**Given data**
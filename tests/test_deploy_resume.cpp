// Tests of resuming: a checkpoint saved to a model file mid-training,
// loaded and continued, ends with the uninterrupted run's weights bit for bit.
#include <doctest/doctest.h>

#include <cstdio>
#include <string>
#include <vector>

#include <tenon/deploy/model_file.hpp>
#include <tenon/update/rules.hpp>

#include "deploy_test_support.hpp"

namespace {

using namespace deploy_test;

template <class T>
tenon::supervised_rows<T> wave_rows(std::size_t n, std::uint64_t seed) {
    tenon::random_engine rng(seed);
    tenon::supervised_rows<T> d;
    d.features = tenon::matrix<T>({n, 2});
    d.targets = tenon::matrix<T>({n, 1});
    for (std::size_t i = 0; i < n; ++i) {
        const double a = rng.uniform(-2.0, 2.0), b = rng.uniform(-2.0, 2.0);
        d.features(i, 0) = static_cast<T>(a);
        d.features(i, 1) = static_cast<T>(b);
        d.targets(i, 0) = static_cast<T>(std::sin(a) + 0.5 * b * b - 1.0 + rng.normal(0.0, 0.3));
    }
    return d;
}

// A net with dropout, so that layer engines are part of the state too.
template <class T>
tenon::network<T> net_with_dropout(std::uint64_t seed) {
    tenon::random_engine rng(seed);
    tenon::network<T> net;
    net.add(tenon::dense<T>(2, 16, rng, {tenon::init_scheme::he, tenon::init_distribution::uniform}), "hidden1");
    net.add(tenon::activation_layer<T>(tenon::activation::relu), "hidden1_act");
    net.add(tenon::dropout<T>(0.2, seed), "drop");
    net.add(tenon::dense<T>(16, 1, rng, {tenon::init_scheme::glorot, tenon::init_distribution::uniform}), "output");
    return net;
}

template <class T>
tenon::training_options<T> options(std::size_t epochs) {
    tenon::training_options<T> o;
    o.epochs = epochs;
    o.batch_size = 24;
    o.seed = 17;
    o.patience = 4;
    o.clock = [] { return 0.0; };
    return o;
}

template <class T>
std::vector<T> all_values(tenon::network<T>& net) {
    std::vector<T> v;
    for (auto* p : net.parameters()) v.insert(v.end(), p->value().data(), p->value().data() + p->size());
    for (auto* p : net.state_buffers()) v.insert(v.end(), p->value().data(), p->value().data() + p->size());
    return v;
}

}  // namespace

TEST_CASE_TEMPLATE("a run checkpointed to a file, loaded and continued matches the uninterrupted run bit for bit", T, float, double) {
    const auto train = wave_rows<T>(200, 1), validation = wave_rows<T>(60, 2);
    const std::size_t epochs = 12;

    // The uninterrupted run.
    auto net_a = net_with_dropout<T>(3);
    tenon::adam<T> rule_a;
    tenon::stall_reduction_options so;
    so.initial_rate = 0.02;
    so.tolerated_reports = 1;
    tenon::stall_reduction schedule_a(so);
    tenon::trainer<T> trainer_a(net_a, rule_a, schedule_a, options<T>(epochs));
    const auto outcome_a = trainer_a.run(train, validation);

    const std::size_t ran = outcome_a.history.size();
    REQUIRE(ran >= 3);
    for (const std::size_t stop_after : {std::size_t(1), ran / 2, ran - 1}) {
        CAPTURE(stop_after);
        // The interrupted run: a checkpoint after `stop_after` epochs, then it stops.
        auto net_b = net_with_dropout<T>(3);
        tenon::adam<T> rule_b;
        tenon::stall_reduction schedule_b(so);
        const std::string path = "/tmp/tenon_deploy_resume_" + std::to_string(::getpid()) + ".tnm";
        auto o = options<T>(epochs);
        tenon::trainer<T>* self = nullptr;
        o.on_epoch = [&](const tenon::epoch_summary& s) {
            if (s.epoch < stop_after) return true;
            auto file = tenon::capture_network(net_b);
            file.resume = tenon::capture_resume_state(net_b, rule_b, schedule_b, self->progress());
            tenon::save_model_file(path, file);
            return false;
        };
        tenon::trainer<T> trainer_b(net_b, rule_b, schedule_b, o);
        self = &trainer_b;
        trainer_b.run(train, validation);

        // A fresh process: everything comes from the file.
        const auto file = tenon::load_model_file<T>(path);
        std::remove(path.c_str());
        REQUIRE(file.resume);
        CHECK(file.resume->progress.epochs_done == stop_after);
        auto net_c = tenon::rebuild_network(file);
        tenon::adam<T> rule_c;
        tenon::stall_reduction schedule_c(so);
        tenon::restore_resume_state(*file.resume, net_c, rule_c, schedule_c);
        auto oc = options<T>(epochs);
        oc.resume = &file.resume->progress;
        tenon::trainer<T> trainer_c(net_c, rule_c, schedule_c, oc);
        const auto outcome_c = trainer_c.run(train, validation);

        CHECK(outcome_c.reason == outcome_a.reason);
        CHECK(outcome_c.best_epoch == outcome_a.best_epoch);
        CHECK(outcome_c.steps == outcome_a.steps);
        CHECK(outcome_c.history.size() == outcome_a.history.size());
        const auto a = all_values(net_a), c = all_values(net_c);
        REQUIRE(a.size() == c.size());
        std::size_t differing = 0;
        for (std::size_t k = 0; k < a.size(); ++k) differing += !same_bits(a[k], c[k]);
        CHECK(differing == 0);
    }
}

TEST_CASE("a saved state that does not fit is refused") {
    auto net = net_with_dropout<float>(1);
    tenon::adam<float> rule;
    tenon::constant_rate schedule(0.01);
    tenon::training_progress<float> progress;
    const auto state = tenon::capture_resume_state(net, rule, schedule, progress);
    tenon::rmsprop<float> other_rule;
    CHECK_THROWS_WITH_AS(tenon::restore_resume_state(state, net, other_rule, schedule), doctest::Contains("'adam'"), tenon::error);
    try {
        tenon::restore_resume_state(state, net, other_rule, schedule);
    } catch (const tenon::error& e) {
        CHECK(e.code() == "deploy.resume.mismatch");
    }
    auto plain = tenon::make_mlp<float>({2, 4, 1}, tenon::activation::relu, {}, 0);
    CHECK_THROWS_AS(tenon::restore_resume_state(state, plain, rule, schedule), tenon::error);

    // The trainer refuses a row order of another size.
    const auto train = wave_rows<float>(50, 1);
    tenon::training_progress<float> wrong;
    wrong.order = {0, 1, 2};
    wrong.epochs_done = 1;
    auto o = options<float>(3);
    o.resume = &wrong;
    tenon::trainer<float> tr(net, rule, schedule, o);
    CHECK_THROWS_WITH_AS(tr.run(train, {}), doctest::Contains("shuffled 3 training rows"), tenon::error);
}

**Work required**
Set down, unchanged, only those lines above that fall between the line with "tenon::supervised_rows<T> wave_rows(std::size_t n, std::uint64_t" and the line with "tenon::adam<T> rule_a;", the two end lines included.

**Written answer**
tenon::supervised_rows<T> wave_rows(std::size_t n, std::uint64_t seed) {
    tenon::random_engine rng(seed);
    tenon::supervised_rows<T> d;
    d.features = tenon::matrix<T>({n, 2});
    d.targets = tenon::matrix<T>({n, 1});
    for (std::size_t i = 0; i < n; ++i) {
        const double a = rng.uniform(-2.0, 2.0), b = rng.uniform(-2.0, 2.0);
        d.features(i, 0) = static_cast<T>(a);
        d.features(i, 1) = static_cast<T>(b);
        d.targets(i, 0) = static_cast<T>(std::sin(a) + 0.5 * b * b - 1.0 + rng.normal(0.0, 0.3));
    }
    return d;
}

// A net with dropout, so that layer engines are part of the state too.
template <class T>
tenon::network<T> net_with_dropout(std::uint64_t seed) {
    tenon::random_engine rng(seed);
    tenon::network<T> net;
    net.add(tenon::dense<T>(2, 16, rng, {tenon::init_scheme::he, tenon::init_distribution::uniform}), "hidden1");
    net.add(tenon::activation_layer<T>(tenon::activation::relu), "hidden1_act");
    net.add(tenon::dropout<T>(0.2, seed), "drop");
    net.add(tenon::dense<T>(16, 1, rng, {tenon::init_scheme::glorot, tenon::init_distribution::uniform}), "output");
    return net;
}

template <class T>
tenon::training_options<T> options(std::size_t epochs) {
    tenon::training_options<T> o;
    o.epochs = epochs;
    o.batch_size = 24;
    o.seed = 17;
    o.patience = 4;
    o.clock = [] { return 0.0; };
    return o;
}

template <class T>
std::vector<T> all_values(tenon::network<T>& net) {
    std::vector<T> v;
    for (auto* p : net.parameters()) v.insert(v.end(), p->value().data(), p->value().data() + p->size());
    for (auto* p : net.state_buffers()) v.insert(v.end(), p->value().data(), p->value().data() + p->size());
    return v;
}

}  // namespace

TEST_CASE_TEMPLATE("a run checkpointed to a file, loaded and continued matches the uninterrupted run bit for bit", T, float, double) {
    const auto train = wave_rows<T>(200, 1), validation = wave_rows<T>(60, 2);
    const std::size_t epochs = 12;

    // The uninterrupted run.
    auto net_a = net_with_dropout<T>(3);
    tenon::adam<T> rule_a;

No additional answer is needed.